_The problem_:
In the records, find every line with the word "createMolecule" and copy it out.

===== Recorded data

let db: Db;
let fx: Awaited<ReturnType<typeof teamFixture>>;
let editor: string;
let viewer: string;
let bundleZip: Uint8Array;
let so2Id: string;
// SO2 at the fixtures' geometry (r(S-O) = 1.4308 Å, O-S-O 119.33°; decks/fixtures/README.md).
const SO2_XYZ = '3\nsulfur dioxide\nS 0.0000000000 0.0000000000 0.0000000000\nO 1.2349051531 0.0000000000 -0.7226326196\nO -1.2349051531 0.0000000000 -0.7226326196\n';
const OUTPUTS: Record<string, string> = { '0.2': so2G02, '0.3': so2G03, '0.4': so2G04 };

const base = () => requireEnv('APP_URL');
const call = (token: string, method: string, path: string, body?: Uint8Array, type = 'application/zip') =>
	fetch(`${base()}/api/v1/workspaces/${path}`, { method, headers: { authorization: `Bearer ${token}`, ...(body ? { 'content-type': type } : {}) }, body: body ? Buffer.from(body) : undefined });

/** The energies the tuning module needs, read from a fixture with the project's output reader. */
function fixturePoint(text: string) {
	const { gammaBohrInv: _g, ...energies } = scanPointFromOutput(text, 0);
	return energies;
}

async function newStudy(ws = fx.ws, userId = fx.owner.id, moleculeId = so2Id, alpha = 0.2) {
	const actor = { userId, workspaceId: ws, role: 'owner' as const };
	return createStudy(db, actor, moleculeId, { name: `uploads ${Math.random().toString(36).slice(2, 7)}`, engine: 'NWChem', engineVersion: '7.0.2', semilocalBase: 'PBE', basisSet: 'aug-cc-pVDZ', alpha, objective: 'abs-sum', notes: '' });
}
const studyVersion = async (id: string) => (await db.selectFrom('tuning_study').select('version').where('id', '=', id).executeTakeFirstOrThrow()).version;
const preview = async (studyId: string, token = editor) => {
	const r = await call(token, 'POST', `${fx.ws}/studies/${studyId}/outputs?name=so2-scan.zip`, bundleZip);
	return { status: r.status, body: await r.json() };
};

beforeAll(async () => {
	db = appDb();
	fx = await teamFixture(db);
	editor = (await createApiToken(db, fx.editor.id, { workspaceId: fx.ws, name: 'uploads', role: 'editor', expiresInDays: 1 })).token;
	viewer = (await createApiToken(db, fx.viewer.id, { workspaceId: fx.ws, name: 'read', role: 'viewer', expiresInDays: 1 })).token;
	so2Id = (await createMolecule(db, { userId: fx.owner.id, workspaceId: fx.ws, role: 'owner' }, { name: 'SO2', formula: '', netCharge: 0, multiplicity: 1, geometryXyz: SO2_XYZ, smiles: '', notes: '' })).id;
	// The scan bundle as the API builds it (one deck per gamma with the three states, like the fixtures)...
	const r = await fetch(`${base()}/api/v1/workspaces/${fx.ws}/bundles`, {
		method: 'POST',
		headers: { authorization: `Bearer ${editor}`, 'content-type': 'application/json' },
		body: JSON.stringify({ moleculeId: so2Id, alpha: 0.2, tuningGammas: [0.2, 0.3, 0.4], tuningLayout: 'combined', basis: 'aug-cc-pvdz' })
	});
	expect(r.status, await r.clone().text()).toBe(201);
	const zip = await JSZip.loadAsync(new Uint8Array(await r.arrayBuffer()));
	// ... with each output put beside its deck, under the name the manifest expects.
	const manifestPath = Object.keys(zip.files).find((n) => n.endsWith('manifest.json'))!;
	const root = manifestPath.slice(0, -'manifest.json'.length);
	const manifest = JSON.parse(await zip.file(manifestPath)!.async('string'));
	for (const f of manifest.files.filter((x: { role: string }) => x.role === 'deck')) zip.file(`${root}${f.deck.output}`, OUTPUTS[String(f.deck.gammaBohrInv)]);
	bundleZip = await zip.generateAsync({ type: 'uint8array', compression: 'DEFLATE' });
});
afterAll(async () => db?.destroy());

describe('output uploads: preview, then confirm', () => {
	it('the preview lists what each file fills and stores nothing; confirm stores the three gammas', async () => {
		const s = await newStudy();
		const v0 = await studyVersion(s.id);
		const p = await preview(s.id);
		expect(p.status, JSON.stringify(p.body)).toBe(201);
		expect(p.body.scanPoints.map((x: { point: { gammaBohrInv: number }; status: string }) => [x.point.gammaBohrInv, x.status])).toEqual([[0.2, 'new'], [0.3, 'new'], [0.4, 'new']]);
		expect(p.body.outputs.find((o: { file: string }) => o.file.endsWith('g0p3000/neutral-cation-anion.out')).fills).toEqual([
			{ gammaBohrInv: 0.3, state: 'neutral' },
			{ gammaBohrInv: 0.3, state: 'cation' },
			{ gammaBohrInv: 0.3, state: 'anion' }
		]);
		expect(p.body.missing).toEqual([]);
		expect(p.body.failed).toEqual([]);
		expect(p.body.summary).toMatchObject({ new: 3, toStore: 3, conflicts: 0 });
		expect(p.body.sha256).toMatch(/^[0-9a-f]{64}$/);
		expect(await listPoints(db, s.id)).toEqual([]);
		expect(await studyVersion(s.id)).toBe(v0);

		const c = await call(editor, 'POST', `${fx.ws}/studies/${s.id}/outputs/${p.body.id}/confirm`);
		const body = await c.json();
		expect(c.status, JSON.stringify(body)).toBe(200);
		expect(body).toMatchObject({ inserted: 3, filled: 0, skipped: 0 });
		const stored = await listPoints(db, s.id);
		expect(stored.map((x) => x.gammaBohrInv)).toEqual([0.2, 0.3, 0.4]);
		expect(stored[1]).toMatchObject(fixturePoint(so2G03));
	});

	it('a second confirm is refused and stores nothing twice; the same upload again is "already stored"', async () => {
		const s = await newStudy();
		const p = await preview(s.id);
		expect((await call(editor, 'POST', `${fx.ws}/studies/${s.id}/outputs/${p.body.id}/confirm`)).status).toBe(200);
		const again = await call(editor, 'POST', `${fx.ws}/studies/${s.id}/outputs/${p.body.id}/confirm`);
		expect(again.status).toBe(409);
		expect((await again.json()).error.message).toMatch(/already confirmed at .* UTC; its values are stored, nothing was stored twice/);
		expect(await listPoints(db, s.id)).toHaveLength(3);
		const second = await preview(s.id);
		expect(second.body.scanPoints.map((x: { status: string }) => x.status)).toEqual(['already-stored', 'already-stored', 'already-stored']);
		expect(second.body.summary.toStore).toBe(0);
		const c = await call(editor, 'POST', `${fx.ws}/studies/${s.id}/outputs/${second.body.id}/confirm`);
		expect(c.status).toBe(400);
		expect((await c.json()).error.message).toMatch(/nothing new to store/);
		expect(await listPoints(db, s.id)).toHaveLength(3);
	});

	it('a stored point with a different energy is a conflict (named, kept); the other gammas are stored', async () => {
		const s = await newStudy();
		const actor = { userId: fx.owner.id, workspaceId: fx.ws, role: 'owner' as const };
		const mine = { gammaBohrInv: 0.3, ...fixturePoint(so2G03), eCationHartree: (fixturePoint(so2G03).eCationHartree as number) + 2e-4 };
		await importPoints(db, actor, s.id, [mine]);
		const p = await preview(s.id);
		const g3 = p.body.scanPoints.find((x: { point: { gammaBohrInv: number } }) => x.point.gammaBohrInv === 0.3);
		expect(g3.status).toBe('conflict');
		expect(g3.conflicts).toEqual([{ field: 'eCationHartree', storedHartree: mine.eCationHartree, uploadedHartree: fixturePoint(so2G03).eCationHartree }]);
		expect(p.body.summary).toMatchObject({ new: 2, conflicts: 1, toStore: 2 });
		const c = await (await call(editor, 'POST', `${fx.ws}/studies/${s.id}/outputs/${p.body.id}/confirm`)).json();
		expect(c).toMatchObject({ inserted: 2, skipped: 1 });
		const stored = await listPoints(db, s.id);
		expect(stored.map((x) => x.gammaBohrInv)).toEqual([0.2, 0.3, 0.4]);
		expect(stored[1].eCationHartree).toBe(mine.eCationHartree);
	});

	it('a stored point lacking states is completed with the uploaded ones', async () => {
		const s = await newStudy();
		const actor = { userId: fx.owner.id, workspaceId: fx.ws, role: 'owner' as const };
		const f = fixturePoint(so2G02);
		await importPoints(db, actor, s.id, [{ gammaBohrInv: 0.2, eNeutralHartree: f.eNeutralHartree, homoNeutralHartree: f.homoNeutralHartree, lumoNeutralHartree: f.lumoNeutralHartree }]);
		const p = await preview(s.id);
		expect(p.body.scanPoints[0]).toMatchObject({ status: 'fills', fills: ['eCationHartree', 'eAnionHartree', 'homoAnionHartree'] });
		const c = await (await call(editor, 'POST', `${fx.ws}/studies/${s.id}/outputs/${p.body.id}/confirm`)).json();
		expect(c).toMatchObject({ inserted: 2, filled: 1 });
		expect((await listPoints(db, s.id))[0]).toMatchObject(f);
	});

	it('a conflict stored after the preview refuses the confirmation and nothing of the upload is stored (one transaction)', async () => {
		const s = await newStudy();
		const p = await preview(s.id);
		const actor = { userId: fx.owner.id, workspaceId: fx.ws, role: 'owner' as const };
		await importPoints(db, actor, s.id, [{ gammaBohrInv: 0.4, ...fixturePoint(so2G04), eNeutralHartree: -548.0 }]);
		const c = await call(editor, 'POST', `${fx.ws}/studies/${s.id}/outputs/${p.body.id}/confirm`);
		expect(c.status).toBe(409);
		expect((await c.json()).error.message).toMatch(/since the preview, values were stored that conflict with this upload at gamma 0\.4 bohr\^-1; nothing was stored/);
		expect((await listPoints(db, s.id)).map((x) => x.gammaBohrInv)).toEqual([0.4]);
	});

	it('a viewer cannot upload, confirm or discard', async () => {
		const s = await newStudy();
		expect((await preview(s.id, viewer)).status).toBe(403);
		const p = await preview(s.id);
		expect((await call(viewer, 'POST', `${fx.ws}/studies/${s.id}/outputs/${p.body.id}/confirm`)).status).toBe(403);
		expect((await call(viewer, 'DELETE', `${fx.ws}/studies/${s.id}/outputs/${p.body.id}`)).status).toBe(403);
		expect(await listPoints(db, s.id)).toEqual([]);
	});

	it("another workspace's upload id gives 404, and so does another study's", async () => {
		const mine = await newStudy();
		const other = await newStudy();
		const p = await preview(other.id);
		expect((await call(editor, 'POST', `${fx.ws}/studies/${mine.id}/outputs/${p.body.id}/confirm`)).status).toBe(404);
		// An upload in the outsider's own workspace, confirmed through the team's URL.
		const outsiderToken = (await createApiToken(db, fx.outsider.id, { workspaceId: fx.outsider.personal, name: 'own', role: 'owner', expiresInDays: 1 })).token;
		const mol = await createMolecule(db, { userId: fx.outsider.id, workspaceId: fx.outsider.personal, role: 'owner' }, { name: 'SO2 elsewhere', formula: '', netCharge: 0, multiplicity: 1, geometryXyz: SO2_XYZ, smiles: '', notes: '' });
		const theirs = await newStudy(fx.outsider.personal, fx.outsider.id, mol.id);
		const r = await call(outsiderToken, 'POST', `${fx.outsider.personal}/studies/${theirs.id}/outputs?name=so2-scan.zip`, bundleZip);
		expect(r.status).toBe(201);
		const foreign = (await r.json()).id;
		const c = await call(editor, 'POST', `${fx.ws}/studies/${mine.id}/outputs/${foreign}/confirm`);
		expect(c.status).toBe(404);
		expect((await c.json()).error.message).toMatch(/pending upload .*not found/);
		expect(await listPoints(db, mine.id)).toEqual([]);
		expect((await call(outsiderToken, 'POST', `${fx.ws}/studies/${mine.id}/outputs/${p.body.id}/confirm`)).status).toBe(404);
	});

	it('an expired upload is refused with a clear message and nothing is stored', async () => {
		const s = await newStudy();
		const p = await preview(s.id);
		await db.updateTable('output_upload').set({ expires_at: new Date(Date.now() - 60_000) }).where('id', '=', p.body.id).execute();
		const c = await call(editor, 'POST', `${fx.ws}/studies/${s.id}/outputs/${p.body.id}/confirm`);
		expect(c.status).toBe(410);
		expect((await c.json()).error.message).toMatch(/^this upload expired at \d{4}-\d\d-\d\d \d\d:\d\d UTC \(pending uploads are kept for 60 minutes\); nothing was stored: upload the outputs again$/);
		expect(await listPoints(db, s.id)).toEqual([]);
	});

	it('a discarded upload cannot be confirmed; discarding twice is harmless', async () => {
		const s = await newStudy();
		const p = await preview(s.id);
		expect((await call(editor, 'DELETE', `${fx.ws}/studies/${s.id}/outputs/${p.body.id}`)).status).toBe(204);
		expect((await call(editor, 'DELETE', `${fx.ws}/studies/${s.id}/outputs/${p.body.id}`)).status).toBe(204);
		const c = await call(editor, 'POST', `${fx.ws}/studies/${s.id}/outputs/${p.body.id}/confirm`);
		expect(c.status).toBe(409);
		expect((await c.json()).error.message).toMatch(/was discarded/);
		const row = await db.selectFrom('output_upload').select(['plan', 'discarded_at']).where('id', '=', p.body.id).executeTakeFirstOrThrow();
		expect(row.discarded_at).not.toBeNull();
		expect((row.plan as { tuning: unknown[] }).tuning).toEqual([]);
		expect(await listPoints(db, s.id)).toEqual([]);
	});

	it('a bundle for another molecule, or a scan at another alpha, is refused naming both values', async () => {
		const water = await newStudy(fx.ws, fx.owner.id, fx.molecule.id);
		const w = await preview(water.id);
		expect(w.status).toBe(400);
		expect(w.body.error.message).toBe(`the bundle's manifest is for SO2 (O2S), but this study belongs to a molecule with formula H2O; nothing was read`);
		const other = await newStudy(fx.ws, fx.owner.id, so2Id, 0.25);
		const a = await preview(other.id);
		expect(a.status).toBe(400);
		expect(a.body.error.message).toBe('the bundle\'s scan decks use alpha 0.2, but this study uses alpha 0.25; upload them into a study with alpha 0.2');
		expect(await listPoints(db, water.id)).toEqual([]);
		expect(await listPoints(db, other.id)).toEqual([]);
	});

	it('several outputs as multipart/form-data are read together', async () => {
		const s = await newStudy();
		const form = new FormData();
		form.append('outputs', new Blob([so2G02]), 'neutral-cation-anion.out');
		// SvelteKit's cross-site check applies to form bodies: a script sends the server's own origin.
		const r = await fetch(`${base()}/api/v1/workspaces/${fx.ws}/studies/${s.id}/outputs`, { method: 'POST', headers: { authorization: `Bearer ${editor}`, origin: base() }, body: form });
		const body = await r.json();
		expect(r.status, JSON.stringify(body)).toBe(201);
		expect(body.scanPoints.map((x: { point: { gammaBohrInv: number } }) => x.point.gammaBohrInv)).toEqual([0.2]);
		expect(body.files).toHaveLength(1);
	});

	it('screened reruns of a polymorph: preview, confirm, then the same output is "already stored"', async () => {
		const before = (await listReruns(db, fx.ws, fx.polymorph.id)).length;
		const path = `${fx.ws}/polymorphs/${fx.polymorph.id}/reruns/outputs`;
		const r = await call(editor, 'POST', `${path}?name=neutral.out`, new TextEncoder().encode(screenedOut), 'application/octet-stream');
		const p = await r.json();
		expect(r.status, JSON.stringify(p)).toBe(201);
		expect(p.reruns).toHaveLength(1);
		expect(p.reruns[0]).toMatchObject({ status: 'new', alpha: 0.2, gammaBohrInv: 0.3 });
		expect(p.reruns[0].epsilon).toBeCloseTo(3, 6);
		expect(p.outputs[0].fills).toHaveLength(1);
		expect((await listReruns(db, fx.ws, fx.polymorph.id)).length).toBe(before);
		const c = await call(editor, 'POST', `${path}/${p.id}/confirm`);
		expect(c.status).toBe(200);
		expect((await listReruns(db, fx.ws, fx.polymorph.id)).length).toBe(before + 1);
		const again = await (await call(editor, 'POST', `${path}?name=neutral.out`, new TextEncoder().encode(screenedOut), 'application/octet-stream')).json();
		expect(again.reruns[0].status).toBe('already-stored');
		// A tuning output on the levels page says where it belongs.
		const wrong = await call(editor, 'POST', `${path}?name=g.out`, new TextEncoder().encode(so2G02), 'application/octet-stream');
		expect(wrong.status).toBe(400);
		expect((await wrong.json()).error.message).toMatch(/no screened rerun result found in g\.out \(it holds tuning-scan results: upload those on the tuning study page\)/);
	});
});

==========

_Solved problem_:
	so2Id = (await createMolecule(db, { userId: fx.owner.id, workspaceId: fx.ws, role: 'owner' }, { name: 'SO2', formula: '', netCharge: 0, multiplicity: 1, geometryXyz: SO2_XYZ, smiles: '', notes: '' })).id;
		const mol = await createMolecule(db, { userId: fx.outsider.id, workspaceId: fx.outsider.personal, role: 'owner' }, { name: 'SO2 elsewhere', formula: '', netCharge: 0, multiplicity: 1, geometryXyz: SO2_XYZ, smiles: '', notes: '' });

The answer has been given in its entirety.